As most of you know, many of the European nations (known as the European Union, or EU) are standardizing on a single European currency known as the euro. The euro is significant from a data warehouse point of view; don’t look at it as just another currency. The euro brings with it some specific financial reporting and data warehousing requirements. The most significant requirements are the three currency conversion requirement and the six decimals of precision requirement.
For all currency conversion calculations performed between EU countries, a currency must first be converted into the euro, and then the euro value converted into the second currency. Every currency conversion among EU countries must take this two-step process; you can’t convert directly between currencies. These conversions in the data warehouse, of course, can be implemented from the design of the previous section, where the global currency is assumed to be the euro.
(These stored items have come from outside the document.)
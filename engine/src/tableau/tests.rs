//! Cases as a person writes them.

use super::*;

#[track_caller]
fn answer(json: &str) -> (Tableau, Answer) {
    let tableau = Tableau::parse(json).unwrap_or_else(|faults| panic!("{faults:?}"));
    let answer = tableau.solve(&Settings::default()).unwrap();
    (tableau, answer)
}

#[track_caller]
fn solved(json: &str) -> Solution {
    answer(json).1.solution().cloned().expect("a solution")
}

#[track_caller]
fn faults(json: &str, expected: &[&str]) {
    let faults = Tableau::parse(json).expect_err("faults");
    assert_eq!(faults.iter().map(ToString::to_string).collect::<Vec<_>>(), expected);
}

/// Hydroxide of a metal at fixed pH, by hand: the phase holds M at 1e12 [H]^2 and the rest of the total is in it.
#[test]
fn a_phase_at_fixed_ph() {
    let json = r#"{ "components": ["H", "M"], "totals": [0.0, "1e-3"], "activity": "ideal",
        "species": [ { "name": "MOH", "nu": [-1, 1], "log_k": -9.0, "charge": 1 } ],
        "fixed": [ { "component": "H", "log_a": -8.0 } ],
        "phases": [ { "name": "M(OH)2", "members": [ { "nu": [-2, 1], "log_k": "-12.0" } ] } ] }"#;
    let solution = solved(json);
    assert!((solution.log_a[1] + 4.0).abs() < 1e-12);
    assert!((solution.log_c[2] + 5.0).abs() < 1e-12);
    let precipitated = 1e-3 - 1e-4 - 1e-5;
    assert!((solution.amounts[0] / precipitated - 1.0).abs() < 1e-12);
    assert_eq!(solution.saturation, [0.0]);
    // Hydrogen left over: one set free by each MOH, two by each M(OH)2, less 1e-8 that stay.
    assert!((solution.exchange[0] / (1e-5 + 2.0 * precipitated - 1e-8) - 1.0).abs() < 1e-12);
}

#[test]
fn zeros_and_bare_components() {
    let json = r#"{ "components": ["A", "B", "S"], "totals": [1e-3, 0, 2e-3], "bare": ["S"],
        "species": [ { "name": "AS", "nu": [1, 0, 1], "log_k": 5 }, { "name": "BS", "nu": [0, 1, 1], "log_k": 5 },
                     { "name": "S2", "nu": [0, 0, 2], "log_k": 1 } ] }"#;
    let (tableau, answer) = answer(json);
    assert_eq!((answer.status(), tableau.species().len()), ("solved with zeros", 5));
    let solution = answer.solution().unwrap();
    assert_eq!(solution.zeros, ["B", "BS"]);
    let json = answer.to_json(&tableau);
    assert_eq!(json["log_c"][1], serde_json::Value::Null);
    assert_eq!(json["status"], "solved with zeros");
}

#[test]
fn totals_that_cannot_be_met_say_which() {
    let json = r#"{ "components": ["A", "B"], "totals": [1, 2], "bare": ["B"],
        "species": [ { "name": "AB", "nu": [1, 1], "log_k": 5 } ] }"#;
    let (tableau, answer) = answer(json);
    assert_eq!(
        (answer.status(), answer.reason()),
        ("infeasible", "`T(A) - T(B)` is -1, and no amounts of species and phases can make it negative")
    );
    assert_eq!(answer.to_json(&tableau)["status"], "infeasible");
}

#[test]
fn a_phase_without_end_says_what_supplies_it() {
    let json = r#"{ "components": ["H", "Ca"], "totals": [0, 0],
        "fixed": [ { "component": "H", "log_a": -13 }, { "component": "Ca", "log_a": -1 } ],
        "phases": [ { "name": "portlandite", "members": [ { "nu": [-2, 1], "log_k": -22.8 } ] } ] }"#;
    let (_, answer) = answer(json);
    assert_eq!(answer.status(), "unbounded");
    assert!(answer.reason().contains("`portlandite`") && answer.reason().contains("`H`, `Ca`"));
}

#[test]
fn davies_takes_its_coefficients_and_charges() {
    let json = |options: &str| {
        format!(
            r#"{{ "components": ["M", "X"], "charges": [1, -1], "totals": [0.1, 0.1], "activity": "davies", {options}
                "species": [ {{ "name": "MX", "nu": [1, 1], "log_k": 0.0 }} ] }}"#
        )
    };
    let mass_action = |solution: &Solution, a: f64, b: f64| {
        let i = solution.converged.ionic_strength;
        let log_gamma = -a * (i.sqrt() / (1.0 + i.sqrt()) - b * i);
        let off = solution.log_c[2] - solution.log_c[0] - solution.log_c[1] - 2.0 * log_gamma;
        assert!(off.abs() < 1e-12 && (i - 10_f64.powf(solution.log_c[0])).abs() < 1e-12, "{off:e}");
    };
    mass_action(&solved(&json("")), 0.509, 0.3);
    mass_action(&solved(&json(r#""davies": { "A": 0.5, "b": 0.2 },"#)), 0.5, 0.2);
}

#[test]
fn every_fault_is_told_with_its_place() {
    faults(
        r#"{ "components": ["H", "M"], "totals": [0.0], "specis": [], "activity": "debye",
            "species": [ { "name": "MOH", "nu": [-1, 0.12345678], "log_k": "nine" }, { "nu": [0, 0], "log_k": 1 } ],
            "fixed": [ { "component": "Natrium", "log_a": -7 } ], "bare": ["m"],
            "phases": [ { "name": "solid", "members": [] } ] }"#,
        &[
            "`the tableau`: unknown key `specis`; did you mean `species`?",
            "`totals`: has 1 number, and there are 2 components",
            "`bare[0]`: there is no component `m`; did you mean `M`?",
            "`activity`: there is no model `debye`; there are `ideal` and `davies`",
            "`species[0].log_k`: takes a finite number or a decimal text, not `nine`",
            "`species[0].nu[1]`: is neither a whole number nor a fraction with a denominator up to 10000",
            "`species[1]`: `name` is missing",
            "`species[1].nu`: has no coefficient other than zero",
            "`fixed[0].component`: there is no component `Natrium`; the components are `H` and `M`",
            "`phases[0].members`: a phase has at least one member",
        ],
    );
    faults("[]", &["`the tableau`: takes a map, not a list"]);
    faults("{", &["`the file`: is not JSON: EOF while parsing an object at line 1 column 1"]);
    faults(
        r#"{ "components": ["A", "A"], "totals": [1, 1e999] }"#,
        &["`the file`: is not JSON: number out of range at line 1 column 47"],
    );
}

/// Derivatives against difference quotients of the solver itself.
#[test]
fn sensitivities_are_difference_quotients() {
    let case = |total: f64, log_k: f64, log_a: f64| {
        format!(
            r#"{{ "components": ["H", "M", "L"], "totals": [0, {total}, 2e-3],
                "species": [ {{ "name": "ML", "nu": [0, 1, 1], "log_k": {log_k} }}, {{ "name": "HL", "nu": [1, 0, 1], "log_k": 6 }} ],
                "fixed": [ {{ "component": "H", "log_a": {log_a} }} ] }}"#
        )
    };
    let (total, log_k, log_a) = (1e-3, 4.0, -6.0);
    let (tableau, answer) = answer(&case(total, log_k, log_a));
    let table = tableau.sensitivities(answer.solution().unwrap()).unwrap();
    let names: Vec<&str> = table.iter().map(|column| column.by.as_str()).collect();
    assert_eq!(
        names,
        ["ln K(H)", "ln K(M)", "ln K(L)", "ln K(ML)", "ln K(HL)", "T(H)", "T(M)", "T(L)", "ln a(H)"]
    );
    let compare = |by: &str, up: String, down: String, width: f64| {
        let column = table.iter().find(|column| column.by == by).unwrap();
        let (up, down) = (solved(&up), solved(&down));
        for ((a, b), derivative) in up.log_c.iter().zip(&down.log_c).zip(&column.ln_c) {
            let quotient = (a - b) * LN_10 / width;
            assert!(
                (quotient - derivative).abs() <= 1e-6 * quotient.abs().max(1.0),
                "{by} {quotient} {derivative}"
            );
        }
    };
    let h = 1e-4;
    compare("ln K(ML)", case(total, log_k + h, log_a), case(total, log_k - h, log_a), 2.0 * h * LN_10);
    compare("ln a(H)", case(total, log_k, log_a + h), case(total, log_k, log_a - h), 2.0 * h * LN_10);
    compare(
        "T(M)",
        case(total * (1.0 + h), log_k, log_a),
        case(total * (1.0 - h), log_k, log_a),
        2.0 * h * total,
    );
}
The second mandate is that you must perform all currency conversion calculations with six decimals of precision to the right of the decimal point. The purpose of this requirement is to place a maximum bound on the rounding error of currency conversion calculations. The big issue here is not the exchange factor, but rather the precision of any numeric field that stores a currency valued amount. If any such field truncates or rounds to less than six decimals of precision to the right of the decimal point for any EU currency, then this field cannot be used as a source field for a currency conversion to euros. (Ouch!) You have to make sure that your databases and spreadsheets don’t perform this rounding or truncation implicitly if they have native support for European currencies.